Cevap: Peygamber Efendimiz (Sallâllâhu Aleyhi ve Sellem) şöyle buyurmuştur: “Herkim Ramazanı tutar ve peşi sıra buna Şevval’den de altı günü eklerse senenin tamamını oruçlu geçirmiş gibi olur.”[1] Bu hadis-i şerif ve yine bu ayda oruç tutulmasının fedailini ifade eden bir takım hadisler[2] den hareketle Malikiler, Hanbeliler, Şafiilerin cumhuru ve Hanefilerin müteahhirleri (sonra gelenleri) bu orucun sünnet olduğuna kail olmuşlardır. İmam Ebu Hanife’den mekruh olduğuna yönelik nakiller varsa da bu daha sonraki fakihler tarafından farklı manalara yorulmuştur. Mesela Merğinani’ye göre Ebu Hanife’nin bu orucu mekruh sayması oruç tutan kişinin tuttuğu bu orucu Ramazan gibi farz telakki etmesi durumundadır. Bu durumda kişi bu hareketiyle Hristiyanlara benzemiş olacaktır. Ancak bu mahzur bu gün itibarıyla artık kalmadığı için günümüzde Ebu Hanife adına böyle bir kerahetten bahsedilemez.

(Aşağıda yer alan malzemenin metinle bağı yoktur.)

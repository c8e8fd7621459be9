"""Sensor and transport faults on wire batches: each kind lands where declared, and the truth says so."""

from __future__ import annotations

import numpy as np
import pytest
from numpy.testing import assert_allclose, assert_array_equal

from shadow.errors import ConfigurationError
from shadow.ingest.wire import Gap, PositionUnit, Released, SampleBatch, SequenceTracker
from shadow.robots.parameters import MeasuredQuantity
from simulators.sensor_faults import JITTER_CLIP_STEPS, SensorFault, SensorFaultKind, inject_sensor_faults

H = 1e-3  # sample step [s]
T0 = 1_780_000_000.0  # nominal start [s]
PER = 10  # samples per message
N_MSG = 20


def _batches(rng: np.random.Generator) -> list[SampleBatch]:
    n = N_MSG * PER
    t = T0 + np.arange(n) * H + rng.uniform(-0.3, 0.3, n) * H  # jitter well inside the +-0.49 h band
    q = np.cumsum(rng.normal(size=(n, 3)), axis=0) * 1e-3
    effort = rng.normal(size=(n, 3))
    return [
        SampleBatch(
            "r1",
            100 + k,
            PositionUnit.RAD,
            MeasuredQuantity.EFFORT,
            t[s : s + PER],
            q[s : s + PER],
            effort=effort[s : s + PER],
        )
        for k, s in enumerate(range(0, n, PER))
    ]


def _stack(batches: list[SampleBatch], name: str) -> np.ndarray:
    return np.concatenate([getattr(b, name) for b in batches])


def _nominal_inside(fault: SensorFault) -> np.ndarray:
    """Samples whose nominal instant T0 + k H lies in the fault's interval (by index)."""
    k = np.arange(N_MSG * PER)
    first, end = round((fault.start_s - T0) / H), round((fault.end_s - T0) / H)
    return (k >= first) & (k < end)


def _fault(kind: SensorFaultKind, start: float, duration: float, **kw: object) -> SensorFault:
    return SensorFault(kind, T0 + start, duration, **kw)  # type: ignore[arg-type]


def test_transform_is_pure_and_seeded(rng: np.random.Generator) -> None:
    batches = _batches(rng)
    before = [(b.seq, b.t.copy(), b.effort.copy()) for b in batches]  # type: ignore[union-attr]
    faults = [
        _fault(SensorFaultKind.SPIKE, 0.0, 0.2, actuator=2, size=5.0, count=4),
        _fault(SensorFaultKind.CLOCK_JITTER, 0.05, 0.1, std_s=2e-4),
        _fault(SensorFaultKind.DROPOUT, 0.1, 0.02),
        _fault(SensorFaultKind.DUPLICATE, 0.0, 0.2, count=2),
        _fault(SensorFaultKind.OUT_OF_ORDER, 0.0, 0.2, count=2, delay_messages=2),
    ]
    a, ta = inject_sensor_faults(batches, faults, np.random.default_rng(5), sample_step_s=H, nominal_start_s=T0)
    b, tb = inject_sensor_faults(batches, faults, np.random.default_rng(5), sample_step_s=H, nominal_start_s=T0)
    c, _ = inject_sensor_faults(batches, faults, np.random.default_rng(6), sample_step_s=H, nominal_start_s=T0)
    assert [x.seq for x in a] == [x.seq for x in b]
    assert_array_equal(_stack(a, "t"), _stack(b, "t"))
    assert_array_equal(_stack(a, "effort"), _stack(b, "effort"))
    assert [f.to_dict() for f in ta] == [f.to_dict() for f in tb]
    assert not np.array_equal(_stack(a, "effort"), _stack(c, "effort"))  # another seed, other spikes
    for batch, (seq, t, effort) in zip(batches, before, strict=True):  # inputs untouched
        assert batch.seq == seq
        assert_array_equal(batch.t, t)
        assert_array_equal(batch.effort, effort)  # type: ignore[arg-type]


def test_spikes_are_single_samples_on_the_declared_actuator(rng: np.random.Generator) -> None:
    batches = _batches(rng)
    fault = _fault(SensorFaultKind.SPIKE, 0.05, 0.1, actuator=3, size=7.5, count=5)
    out, truth = inject_sensor_faults(batches, [fault], rng, sample_step_s=H, nominal_start_s=T0)
    diff = _stack(out, "effort") - _stack(batches, "effort")
    changed = np.argwhere(diff != 0.0)
    assert changed.shape == (5, 2)
    assert set(changed[:, 1]) == {2}  # actuator 3, column 2
    assert_allclose(np.abs(diff[changed[:, 0], 2]), np.full(5, 7.5), rtol=1e-12)
    t = _stack(batches, "t")
    assert np.all(_nominal_inside(fault)[changed[:, 0]])
    assert [f.kind for f in truth] == ["spike"] * 5
    assert sorted(f.start_s for f in truth) == sorted(t[changed[:, 0]].tolist())
    seq_of_sample = np.repeat([b.seq for b in batches], PER)
    assert sorted(f.seqs[0] for f in truth) == sorted(seq_of_sample[changed[:, 0]].tolist())
    assert {f.actuator for f in truth} == {3}


@pytest.mark.parametrize(("signal", "field"), [("position", "q"), ("effort", "effort")])
def test_stuck_reading_holds_its_first_value(rng: np.random.Generator, signal: str, field: str) -> None:
    batches = _batches(rng)
    fault = _fault(SensorFaultKind.STUCK, 0.033, 0.05, actuator=1, signal=signal)
    out, truth = inject_sensor_faults(batches, [fault], rng, sample_step_s=H, nominal_start_s=T0)
    t = _stack(batches, "t")
    inside = _nominal_inside(fault)
    assert inside.sum() == 50
    new, old = _stack(out, field), _stack(batches, field)
    first = np.flatnonzero(inside)[0]
    assert_array_equal(new[inside, 0], np.full(inside.sum(), old[first, 0]))
    assert_array_equal(new[~inside], old[~inside])
    assert_array_equal(new[:, 1:], old[:, 1:])
    (record,) = truth
    assert (record.kind, record.actuator, record.detail["signal"]) == ("stuck", 1, signal)
    assert record.start_s == t[first] and record.end_s == t[inside][-1]


def test_clock_jitter_moves_stamps_inside_the_band_and_keeps_their_order(rng: np.random.Generator) -> None:
    batches = _batches(rng)
    fault = _fault(SensorFaultKind.CLOCK_JITTER, 0.05, 0.1, std_s=5e-4)  # half a step: the clip is reached
    out, truth = inject_sensor_faults(batches, [fault], rng, sample_step_s=H, nominal_start_s=T0)
    t_old, t_new = _stack(batches, "t"), _stack(out, "t")
    inside = _nominal_inside(fault)
    assert np.mean(t_new[inside] != t_old[inside]) > 0.9  # a shift below the stamp's resolution (0.24 us) is lost
    assert_array_equal(t_new[~inside], t_old[~inside])
    nominal = T0 + np.arange(t_old.size) * H
    assert np.max(np.abs(t_new - nominal)) <= JITTER_CLIP_STEPS * H * (1 + 1e-9)
    assert np.all(np.diff(t_new) > 0.0)
    (record,) = truth
    assert record.detail["max_shift_s"] == pytest.approx(np.max(np.abs(t_new - t_old)))
    assert record.seqs == tuple(range(105, 115))  # samples 50 .. 149


def test_dropout_removes_the_messages_that_start_in_it(rng: np.random.Generator) -> None:
    batches = _batches(rng)
    fault = _fault(SensorFaultKind.DROPOUT, 0.045, 0.03)  # messages 5, 6 and 7 start inside (at 50, 60, 70 ms)
    out, truth = inject_sensor_faults(batches, [fault], rng, sample_step_s=H, nominal_start_s=T0)
    assert [b.seq for b in out] == [b.seq for b in batches if b.seq not in (105, 106, 107)]
    (record,) = truth
    assert record.seqs == (105, 106, 107)
    tracker = SequenceTracker(reorder_window=2)
    events = [e for b in out for e in tracker.push(b)] + list(tracker.flush())
    gaps = [e for e in events if isinstance(e, Gap)]
    assert [(g.first_seq, g.last_seq) for g in gaps] == [(105, 107)]


def test_duplicates_and_late_messages_are_undone_by_the_sequence_tracker(rng: np.random.Generator) -> None:
    batches = _batches(rng)
    faults = [
        _fault(SensorFaultKind.OUT_OF_ORDER, 0.0, 0.1, count=2, delay_messages=3),
        _fault(SensorFaultKind.DUPLICATE, 0.1, 0.1, count=3),
    ]
    out, truth = inject_sensor_faults(batches, faults, rng, sample_step_s=H, nominal_start_s=T0)
    assert len(out) == N_MSG + 3
    late = [f for f in truth if f.kind == "out_of_order"]
    dups = [f for f in truth if f.kind == "duplicate"]
    assert len(late) == 2 and len(dups) == 3
    order = [b.seq for b in out]
    for f in dups:
        i = order.index(f.seqs[0])
        assert order[i + 1] == f.seqs[0]  # the copy follows the original
        assert order.count(f.seqs[0]) == 2
    assert order != sorted(order)
    tracker = SequenceTracker(reorder_window=4)
    released = [e.batch.seq for b in out for e in tracker.push(b) if isinstance(e, Released)]
    released += [e.batch.seq for e in tracker.flush() if isinstance(e, Released)]
    assert released == [b.seq for b in batches]


def test_a_fault_on_a_missing_actuator_is_refused(rng: np.random.Generator) -> None:
    fault = _fault(SensorFaultKind.SPIKE, 0.0, 0.1, actuator=4, size=1.0)
    with pytest.raises(ConfigurationError, match="actuator: 4 is not one of the batches' actuators 1..3"):
        inject_sensor_faults(_batches(rng), [fault], rng, sample_step_s=H, nominal_start_s=T0)
    with pytest.raises(ConfigurationError, match="actuator: a spike fault needs an actuator"):
        SensorFault(SensorFaultKind.SPIKE, T0, 0.1)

Kasani’ye göre İmam Ebu Hanife’nin bu orucu mekruh sayması işin içine bayram gününün de dâhil edilmesi durumundadır. Eğer kişi bayram gününde oruç tutmayıp Şevval’in sonraki günlerinde altı gün tutacak olursa bu mekruh sayılamayacaktır.[3]
[1] Müslim, Sıyam, No: 1164, Humeydi, Müsned, No: 380 ve başkaları farklı lafızlarla…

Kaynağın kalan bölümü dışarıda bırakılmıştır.